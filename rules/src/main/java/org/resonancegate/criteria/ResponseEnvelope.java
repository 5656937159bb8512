package org.resonancegate.criteria;

import java.util.ArrayList;
import java.util.Arrays;
import java.util.List;
import java.util.Optional;
import org.apache.commons.math3.complex.Complex;
import org.resonancegate.dynamics.Drive;
import org.resonancegate.dynamics.ElementRow;
import org.resonancegate.dynamics.Probe;
import org.resonancegate.dynamics.Response;
import org.resonancegate.spec.Axis;
import org.resonancegate.spec.ResponsePoint;

/**
 * The combined response of all excitations over the speed range, for one set of response
 * components (the axes of a point, or the rows of the springs and mounts) and one way of
 * combining: component by component the excitations are combined (phasors at a shared frequency;
 * peak arithmetically or rms as root sum of squares across frequencies), the largest component
 * counts, and the worst running speed is found by {@link SpeedSweep}.
 */
final class ResponseEnvelope {

    /** Which response quantity is judged. */
    enum Quantity {
        DISPLACEMENT, VELOCITY, ELEMENT_FORCE
    }

    /** How the excitations are combined, and the factor on the result (2 for peak-to-peak). */
    enum Measure {
        PEAK(1), PEAK_TO_PEAK(2), RMS(1);

        final double factor;

        Measure(double factor) {
            this.factor = factor;
        }
    }

    /**
     * The response components a criterion looks at: point probes (displacement, velocity) or
     * element rows (force), each with the label a message uses.
     */
    record Channels(Quantity quantity, List<Probe> probes, double[][] gathers, int[] rows, List<String> labels) {

        static Channels motion(RuleContext ctx, Quantity quantity, Optional<ResponsePoint> at) {
            List<Probe> probes = ctx.system().probes(at);
            // The rows as a plain array: the sweep reads them at every speed, and a list of
            // whichever kind the model made would be a call the compiler cannot settle.
            double[][] gathers = probes.stream().map(Probe::gather).toArray(double[][]::new);
            return new Channels(quantity, probes, gathers, new int[0], probes.stream().map(Probe::label).toList());
        }

        static Channels forces(RuleContext ctx, Optional<Axis> axis) {
            List<ElementRow> all = ctx.system().elementRows();
            List<Integer> keep = new ArrayList<>();
            List<String> labels = new ArrayList<>();
            for (int r = 0; r < all.size(); r++) {
                ElementRow row = all.get(r);
                if (axis.isEmpty() || row.axis().isEmpty() || row.axis().get() == axis.get()) {
                    keep.add(r);
                    labels.add(row.label());
                }
            }
            return new Channels(Quantity.ELEMENT_FORCE, List.of(), new double[0][],
                    keep.stream().mapToInt(Integer::intValue).toArray(), labels);
        }

        int size() {
            return quantity == Quantity.ELEMENT_FORCE ? rows.length : probes.size();
        }
    }

    /**
     * The worst point found.
     *
     * @param speed          running speed (rad/s)
     * @param value          the combined value there
     * @param omega          the dominant excitation frequency there (rad/s)
     * @param frequencies    how many distinct frequencies contribute
     * @param speedDependent whether any contribution moves with the running speed
     * @param label          the governing component (point and axis, spring or mount axis); may be empty
     */
    record Worst(double speed, double value, double omega, int frequencies, boolean speedDependent, String label) {
    }

    private ResponseEnvelope() {
    }

    static Worst worst(RuleContext ctx, Channels channels, Measure measure, String what) {
        if (!ctx.hasDrives()) {
            throw new CriterionProblem(what + " needs a force, unbalance or base-motion excitation; "
                    + "the spec lists only order-only ones. Add one, or remove the criterion");
        }
        if (channels.size() == 0) {
            throw new CriterionProblem(what + ": the model has no response component of that kind to judge");
        }
        SpeedSweep.Peak peak = ctx.fixedSpeed()
                ? new SpeedSweep.Peak(ctx.minSpeed(), CriterionProblem.requireFinite(
                valueAt(ctx, channels, measure, ctx.minSpeed(), new Scratch(ctx.excitations().size(), channels.size())),
                what))
                : sweep(ctx, channels, measure, what);
        List<List<Combination.Contribution>> all = components(ctx, channels, peak.speed());
        int best = 0;
        double bestValue = combine(all.get(0), measure);
        for (int j = 1; j < all.size(); j++) {
            double v = combine(all.get(j), measure);
            if (v > bestValue && !Ties.same(v, bestValue)) {
                best = j;
                bestValue = v;
            }
        }
        List<Combination.Contribution> governing = all.get(best);
        boolean moves = ctx.drivesAt(peak.speed()).stream().anyMatch(Drive::speedDependent);
        return new Worst(peak.speed(), peak.value(), Combination.dominantOmega(governing),
                Combination.groups(governing).size(), moves, channels.labels().get(best));
    }

    /** Working arrays of one sweep, reused at every speed (a sweep runs on one thread). */
    private static final class Scratch {
        final int[] group;
        final boolean[] taken;
        final double[] groupOmega;
        final double[][] re;
        final double[][] im;

        Scratch(int drives, int size) {
            group = new int[drives];
            taken = new boolean[drives];
            groupOmega = new double[drives];
            re = new double[drives][size];
            im = new double[drives][size];
        }
    }

    private static SpeedSweep.Peak sweep(RuleContext ctx, Channels channels, Measure measure, String what) {
        Scratch scratch = new Scratch(ctx.excitations().size(), channels.size());
        return SpeedSweep.maximiseOver(s -> valueAt(ctx, channels, measure, s, scratch), ctx.minSpeed(),
                ctx.maxSpeed(), ctx.sweepSpeeds(), what);
    }

    /**
     * The largest combined component at one speed, without building per-component lists. Drives
     * at the very same frequency on a modal model are added as responses first (their modal
     * amplitudes add, so each component is formed once per frequency, not once per drive); the
     * bundles are grouped by frequency (within the tie rule), each bundle's components are read
     * into primitive arrays in one pass, then every component sums its phasors per group. This is
     * the sweep's inner loop.
     */
    private static double valueAt(RuleContext ctx, Channels channels, Measure measure, double speed, Scratch scratch) {
        List<RuleContext.Driven> driven = ctx.respondAt(speed);
        int drives = driven.size();
        int size = channels.size();
        int[] group = scratch.group;
        double[] groupOmega = scratch.groupOmega;
        double[][] re = scratch.re;
        double[][] im = scratch.im;
        int groups = 0;
        int bundles = 0;
        boolean[] taken = scratch.taken;
        Arrays.fill(taken, 0, drives, false);
        for (int d = 0; d < drives; d++) {
            if (taken[d]) {
                continue;
            }
            RuleContext.Driven first = driven.get(d);
            double w = first.drive().omega();
            Response sum = first.response();
            int members = 1;
            for (int e = d + 1; e < drives; e++) {
                if (!taken[e] && driven.get(e).drive().omega() == w) {
                    Optional<Response> both = sum.plusModal(driven.get(e).response());
                    if (both.isPresent()) {
                        taken[e] = true;
                        sum = both.get();
                        members++;
                    }
                }
            }
            int found = -1;
            for (int g = 0; g < groups; g++) {
                if (Ties.same(groupOmega[g], w)) {
                    found = g;
                    break;
                }
            }
            if (found < 0) {
                found = groups;
                groupOmega[groups++] = w;
            }
            group[bundles] = found;
            read(channels, sum, w, re[bundles], im[bundles]);
            if (!finite(re[bundles], im[bundles], size)) {
                refuse(channels, driven, d, members > 1 ? w : Double.NaN, speed);
            }
            bundles++;
        }
        double worst = 0;
        for (int j = 0; j < size; j++) {
            // Each group's phasor sum is formed in registers, bundles in listing order of their
            // first drive, with no arrays to clear per component.
            double v = 0;
            for (int g = 0; g < groups; g++) {
                double sr = 0;
                double si = 0;
                for (int b = 0; b < bundles; b++) {
                    if (group[b] == g) {
                        sr += re[b][j];
                        si += im[b][j];
                    }
                }
                v += measure == Measure.RMS ? (sr * sr + si * si) / 2 : Math.sqrt(sr * sr + si * si);
            }
            if (measure == Measure.RMS) {
                v = Math.sqrt(v);
            }
            worst = Math.max(worst, measure.factor * v);
        }
        return worst;
    }

    /** One response's complex amplitude of every component (frequency {@code w}), into {@code re}, {@code im}. */
    private static void read(Channels channels, Response response, double w, double[] re, double[] im) {
        int size = channels.size();
        if (channels.quantity() == Quantity.ELEMENT_FORCE) {
            response.elementForces(channels.rows(), re, im);
        } else {
            response.along(channels.gathers(), re, im);
            if (channels.quantity() == Quantity.VELOCITY) {
                for (int j = 0; j < size; j++) {
                    // v = iω·x
                    double r = re[j];
                    re[j] = -w * im[j];
                    im[j] = w * r;
                }
            }
        }
    }

    private static boolean finite(double[] re, double[] im, int size) {
        for (int j = 0; j < size; j++) {
            if (!Double.isFinite(re[j]) || !Double.isFinite(im[j])) {
                return false;
            }
        }
        return true;
    }

    /**
     * Non-finite response: names the drive that gave it, reading the drives of a bundle one by
     * one ({@code w} their shared frequency; NaN when drive {@code d} stands alone).
     */
    private static void refuse(Channels channels, List<RuleContext.Driven> driven, int d, double w, double speed) {
        int size = channels.size();
        double[] re = new double[size];
        double[] im = new double[size];
        for (int e = d; e < driven.size(); e++) {
            RuleContext.Driven dr = driven.get(e);
            if (e != d && dr.drive().omega() != w) {
                continue;
            }
            read(channels, dr.response(), dr.drive().omega(), re, im);
            for (int j = 0; j < size; j++) {
                if (!Double.isFinite(re[j]) || !Double.isFinite(im[j])) {
                    throw new CriterionProblem("numerical trouble: the response to '" + dr.drive().source().name()
                            + "' at " + Display.rpm(speed) + " came out as " + re[j] + " + " + im[j] + "i"
                            + "; check that mass, stiffness and damping are positive and that damping is not zero");
                }
            }
        }
        throw new CriterionProblem("numerical trouble: the combined response at " + Display.rpm(speed)
                + " is not finite; check that mass, stiffness and damping are positive and that damping is not zero");
    }

    private static double combine(List<Combination.Contribution> component, Measure measure) {
        double v = measure == Measure.RMS ? Combination.rms(component) : Combination.peak(component);
        return measure.factor * v;
    }

    /** Per response component, each excitation's complex amplitude of the quantity. */
    private static List<List<Combination.Contribution>> components(RuleContext ctx, Channels channels,
                                                                   double speed) {
        int size = channels.size();
        List<List<Combination.Contribution>> out = new ArrayList<>(size);
        for (int j = 0; j < size; j++) {
            out.add(new ArrayList<>());
        }
        for (RuleContext.Driven d : ctx.respondAt(speed)) {
            double w = d.drive().omega();
            for (int j = 0; j < size; j++) {
                Complex v = switch (channels.quantity()) {
                    case DISPLACEMENT -> channels.probes().get(j).of(d.response());
                    case VELOCITY -> channels.probes().get(j).of(d.response()).multiply(new Complex(0, w));
                    case ELEMENT_FORCE -> d.response().elementForces().get(channels.rows()[j]);
                };
                if (v.isNaN() || v.isInfinite()) {
                    throw new CriterionProblem("numerical trouble: the response to '" + d.drive().source().name()
                            + "' at " + Display.rpm(speed) + " came out as " + v
                            + "; check that mass, stiffness and damping are positive and that damping is not zero");
                }
                out.get(j).add(new Combination.Contribution(w, v));
            }
        }
        return out;
    }
}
◇ ◇ ◇ ◇ ◇
TO DO:
In the entries above, find the line with "Scratch(int drives, int" and the line with "per-component lists. Drives", then set down exactly those two and every line between them, nothing else.

ANSWER BOX:
        Scratch(int drives, int size) {
            group = new int[drives];
            taken = new boolean[drives];
            groupOmega = new double[drives];
            re = new double[drives][size];
            im = new double[drives][size];
        }
    }

    private static SpeedSweep.Peak sweep(RuleContext ctx, Channels channels, Measure measure, String what) {
        Scratch scratch = new Scratch(ctx.excitations().size(), channels.size());
        return SpeedSweep.maximiseOver(s -> valueAt(ctx, channels, measure, s, scratch), ctx.minSpeed(),
                ctx.maxSpeed(), ctx.sweepSpeeds(), what);
    }

    /**
     * The largest combined component at one speed, without building per-component lists. Drives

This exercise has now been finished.